*SOURCE DATA*:
_PLAYER_JS = """
(function () {
  var D = __DATA__, id = "__ID__", N = __FRAMES__, tick = 60;
  var root = document.getElementById(id + "-box");
  var sel = root.querySelector(".modalnb-shape-mode"), btn = root.querySelector(".modalnb-shape-play");
  var amp = root.querySelector(".modalnb-shape-amplitude"), phaseOut = root.querySelector(".modalnb-shape-phase");
  var ampOut = root.querySelector(".modalnb-shape-amplitude-value");
  var state = {mode: 0, k: 0, playing: true, timer: null};
  function positions(m, th, s) {
    var c = Math.cos(th), sn = Math.sin(th), p = [];
    for (var i = 0; i < D.xyz.length; i++) {
      var q = [];
      for (var a = 0; a < 3; a++) q.push(D.xyz[i][a] + s * (m.re[i][a] * c - m.im[i][a] * sn));
      p.push(q);
    }
    return p;
  }
  function draw() {
    var gd = document.getElementById(id);
    var m = D.modes[state.mode], th = 2 * Math.PI * state.k / N, s = m.scale * parseFloat(amp.value);
    var p = positions(m, th, s), lx = [], ly = [], lz = [], nx = [], ny = [], nz = [], txt = [];
    D.lines.forEach(function (ln) {
      lx.push(p[ln[0]][0], p[ln[1]][0], null); ly.push(p[ln[0]][1], p[ln[1]][1], null);
      lz.push(p[ln[0]][2], p[ln[1]][2], null);
    });
    for (var i = 0; i < p.length; i++) if (m.measured[i]) { nx.push(p[i][0]); ny.push(p[i][1]); nz.push(p[i][2]); }
    Plotly.restyle(gd, {x: [lx, nx], y: [ly, ny], z: [lz, nz]}, [__LINES__, __NODES__]);
    phaseOut.textContent = Math.round(360 * state.k / N) + "\\u00b0";
    ampOut.textContent = parseFloat(amp.value).toFixed(2) + "\\u00d7";
    root.setAttribute("data-frame", String(state.k));
  }
  function step() { state.k = (state.k + 1) % N; draw(); }
  function play(on) {
    state.playing = on; btn.textContent = on ? "pause" : "play";
    if (state.timer) { clearInterval(state.timer); state.timer = null; }
    if (on) state.timer = setInterval(step, tick);
    root.setAttribute("data-playing", on ? "yes" : "no");
  }
  function start() {
    var gd = document.getElementById(id);
    if (!window.Plotly || !gd || !gd.data) { return setTimeout(start, 50); }
    sel.addEventListener("change", function () {
      state.mode = parseInt(sel.value, 10);
      var m = D.modes[state.mode], g = document.getElementById(id);
      var still = [], moving = [];
      for (var i = 0; i < D.xyz.length; i++) (m.measured[i] ? moving : still).push(i);
      function col(idx, a) { return idx.map(function (i) { return D.xyz[i][a]; }); }
      function names(idx) { return idx.map(function (i) { return D.labels[i]; }); }
      Plotly.restyle(g, {x: [col(still, 0)], y: [col(still, 1)], z: [col(still, 2)],
                         text: [names(still)]}, [1]);
      Plotly.restyle(g, {text: [names(moving)]}, [__NODES__]);
      Plotly.relayout(g, {"title.text": m.label});
      draw();
    });
    btn.addEventListener("click", function () { play(!state.playing); });
    amp.addEventListener("input", draw);
    root.setAttribute("data-ready", "yes");
    draw(); play(true);
  }
  start();
})();
"""
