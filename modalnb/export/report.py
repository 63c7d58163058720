"""The HTML report: one analysis as a self-contained, offline test document.

The page is made of :data:`SECTIONS`, each an ``(id, title, function)``; ``function(ctx)``
returns the section's HTML fragment from a :class:`ReportContext` (records, table, hit
checks, recipe, fitted model). In order: the title block (what was analysed, when, by whom,
with which modalnb and which records), the caution, the modal table, the damping
cross-checks, the poles set aside, the mode shapes (one small table per mode), the hit
decisions, the figures, the FRFs with coherence (records with force), the moving shape view,
then any ``extra_sections`` and, last, the recipe pretty-printed.

Wiring in another section takes one line, either as an entry of :data:`SECTIONS`::

    ("frf", "Frequency response", lambda ctx: frf_section_html(ctx.records, ctx.result)),

or per call, ``report_html(..., extra_sections=[frf_section_html])``: an extra section is a
``(title, html_fragment)`` pair or a callable ``fn(records, result)`` returning a fragment
or a ``(title, fragment)`` pair. A fragment's plotly figures must not carry plotly.js
(``include_plotlyjs=False``): the page embeds it once, in its head.

Every number goes through the one formatter (:mod:`modalnb._numbers`): values with their
standard uncertainty as ``value ± u`` rounded as JCGM 100:2008 (GUM) 7.2.6 says, damping
in per cent, no e-notation; the files keep full precision. Every text that comes from a
file (channel names, reasons, titles, notes) is HTML-escaped. Colours and the mode-line
style come from :data:`modalnb._display.PALETTE`, shared with the notebook widgets. The
page fits a 1,280 px window (tables wrap, figures follow the page width) and has a print
stylesheet (A4 or Letter: page margins in mm, no table row or figure split across pages).

Plotly is imported inside the functions, so importing this module keeps the headless core
free of plotting code.
"""

from __future__ import annotations

import datetime as _dt
import html
import json
import math
import os
from collections.abc import Callable, Sequence
from dataclasses import dataclass
from pathlib import Path
from typing import Any

import numpy as np
import xarray as xr

from .._display import PALETTE, decimate_for_display
from .._errors import ModalnbError, RecipeError
from .._files import atomic_write_text
from .._numbers import format_quantity, format_with_uncertainty
from ..recipe import Recipe, package_version
from ._aside import ASIDE_TITLE, aside_rows
from ._cells import damping_cell, is_number, number_cell, pm_cell
from ._rows import CAUTION, _value, hits_rows

__all__ = ["SECTIONS", "ReportContext", "write_report", "report_html", "checksum_short"]

#: An extra section: (title, HTML fragment), or fn(records, result) -> fragment or (title, fragment).
ExtraSection = tuple[str, str] | Callable[..., Any]


def _e(x: Any) -> str:
    return html.escape(str(x), quote=True)


def checksum_short(checksum: str | None) -> str:
    """A records checksum as the title block shows it: the algorithm and 12 hex digits.

    Examples
    --------
    >>> checksum_short("sha256:3d0db8de7f8cc33998bcc8556ffb8aad")
    'sha256:3d0db8de7f8c'
    >>> checksum_short(None)
    'not recorded'
    """
    if not checksum:
        return "not recorded"
    algo, _, digest = str(checksum).rpartition(":")
    return f"{algo}:{digest[:12]}" if algo else digest[:12]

*WHAT THE EXERCISE ASKS*:
Each record must appear again, word for word.

*REPLY*:
_PLAYER_JS = """
(function () {
  var D = __DATA__, id = "__ID__", N = __FRAMES__, tick = 60;
  var root = document.getElementById(id + "-box");
  var sel = root.querySelector(".modalnb-shape-mode"), btn = root.querySelector(".modalnb-shape-play");
  var amp = root.querySelector(".modalnb-shape-amplitude"), phaseOut = root.querySelector(".modalnb-shape-phase");
  var ampOut = root.querySelector(".modalnb-shape-amplitude-value");
  var state = {mode: 0, k: 0, playing: true, timer: null};
  function positions(m, th, s) {
    var c = Math.cos(th), sn = Math.sin(th), p = [];
    for (var i = 0; i < D.xyz.length; i++) {
      var q = [];
      for (var a = 0; a < 3; a++) q.push(D.xyz[i][a] + s * (m.re[i][a] * c - m.im[i][a] * sn));
      p.push(q);
    }
    return p;
  }
  function draw() {
    var gd = document.getElementById(id);
    var m = D.modes[state.mode], th = 2 * Math.PI * state.k / N, s = m.scale * parseFloat(amp.value);
    var p = positions(m, th, s), lx = [], ly = [], lz = [], nx = [], ny = [], nz = [], txt = [];
    D.lines.forEach(function (ln) {
      lx.push(p[ln[0]][0], p[ln[1]][0], null); ly.push(p[ln[0]][1], p[ln[1]][1], null);
      lz.push(p[ln[0]][2], p[ln[1]][2], null);
    });
    for (var i = 0; i < p.length; i++) if (m.measured[i]) { nx.push(p[i][0]); ny.push(p[i][1]); nz.push(p[i][2]); }
    Plotly.restyle(gd, {x: [lx, nx], y: [ly, ny], z: [lz, nz]}, [__LINES__, __NODES__]);
    phaseOut.textContent = Math.round(360 * state.k / N) + "\\u00b0";
    ampOut.textContent = parseFloat(amp.value).toFixed(2) + "\\u00d7";
    root.setAttribute("data-frame", String(state.k));
  }
  function step() { state.k = (state.k + 1) % N; draw(); }
  function play(on) {
    state.playing = on; btn.textContent = on ? "pause" : "play";
    if (state.timer) { clearInterval(state.timer); state.timer = null; }
    if (on) state.timer = setInterval(step, tick);
    root.setAttribute("data-playing", on ? "yes" : "no");
  }
  function start() {
    var gd = document.getElementById(id);
    if (!window.Plotly || !gd || !gd.data) { return setTimeout(start, 50); }
    sel.addEventListener("change", function () {
      state.mode = parseInt(sel.value, 10);
      var m = D.modes[state.mode], g = document.getElementById(id);
      var still = [], moving = [];
      for (var i = 0; i < D.xyz.length; i++) (m.measured[i] ? moving : still).push(i);
      function col(idx, a) { return idx.map(function (i) { return D.xyz[i][a]; }); }
      function names(idx) { return idx.map(function (i) { return D.labels[i]; }); }
      Plotly.restyle(g, {x: [col(still, 0)], y: [col(still, 1)], z: [col(still, 2)],
                         text: [names(still)]}, [1]);
      Plotly.restyle(g, {text: [names(moving)]}, [__NODES__]);
      Plotly.relayout(g, {"title.text": m.label});
      draw();
    });
    btn.addEventListener("click", function () { play(!state.playing); });
    amp.addEventListener("input", draw);
    root.setAttribute("data-ready", "yes");
    draw(); play(true);
  }
  start();
})();
"""
filename modalnb/export/report.py
repository 63c7d58163058720
"""The HTML report: one analysis as a self-contained, offline test document.

The page is made of :data:`SECTIONS`, each an ``(id, title, function)``; ``function(ctx)``
returns the section's HTML fragment from a :class:`ReportContext` (records, table, hit
checks, recipe, fitted model). In order: the title block (what was analysed, when, by whom,
with which modalnb and which records), the caution, the modal table, the damping
cross-checks, the poles set aside, the mode shapes (one small table per mode), the hit
decisions, the figures, the FRFs with coherence (records with force), the moving shape view,
then any ``extra_sections`` and, last, the recipe pretty-printed.

Wiring in another section takes one line, either as an entry of :data:`SECTIONS`::

    ("frf", "Frequency response", lambda ctx: frf_section_html(ctx.records, ctx.result)),

or per call, ``report_html(..., extra_sections=[frf_section_html])``: an extra section is a
``(title, html_fragment)`` pair or a callable ``fn(records, result)`` returning a fragment
or a ``(title, fragment)`` pair. A fragment's plotly figures must not carry plotly.js
(``include_plotlyjs=False``): the page embeds it once, in its head.

Every number goes through the one formatter (:mod:`modalnb._numbers`): values with their
standard uncertainty as ``value ± u`` rounded as JCGM 100:2008 (GUM) 7.2.6 says, damping
in per cent, no e-notation; the files keep full precision. Every text that comes from a
file (channel names, reasons, titles, notes) is HTML-escaped. Colours and the mode-line
style come from :data:`modalnb._display.PALETTE`, shared with the notebook widgets. The
page fits a 1,280 px window (tables wrap, figures follow the page width) and has a print
stylesheet (A4 or Letter: page margins in mm, no table row or figure split across pages).

Plotly is imported inside the functions, so importing this module keeps the headless core
free of plotting code.
"""

from __future__ import annotations

import datetime as _dt
import html
import json
import math
import os
from collections.abc import Callable, Sequence
from dataclasses import dataclass
from pathlib import Path
from typing import Any

import numpy as np
import xarray as xr

from .._display import PALETTE, decimate_for_display
from .._errors import ModalnbError, RecipeError
from .._files import atomic_write_text
from .._numbers import format_quantity, format_with_uncertainty
from ..recipe import Recipe, package_version
from ._aside import ASIDE_TITLE, aside_rows
from ._cells import damping_cell, is_number, number_cell, pm_cell
from ._rows import CAUTION, _value, hits_rows

__all__ = ["SECTIONS", "ReportContext", "write_report", "report_html", "checksum_short"]

#: An extra section: (title, HTML fragment), or fn(records, result) -> fragment or (title, fragment).
ExtraSection = tuple[str, str] | Callable[..., Any]


def _e(x: Any) -> str:
    return html.escape(str(x), quote=True)


def checksum_short(checksum: str | None) -> str:
    """A records checksum as the title block shows it: the algorithm and 12 hex digits.

    Examples
    --------
    >>> checksum_short("sha256:3d0db8de7f8cc33998bcc8556ffb8aad")
    'sha256:3d0db8de7f8c'
    >>> checksum_short(None)
    'not recorded'
    """
    if not checksum:
        return "not recorded"
    algo, _, digest = str(checksum).rpartition(":")
    return f"{algo}:{digest[:12]}" if algo else digest[:12]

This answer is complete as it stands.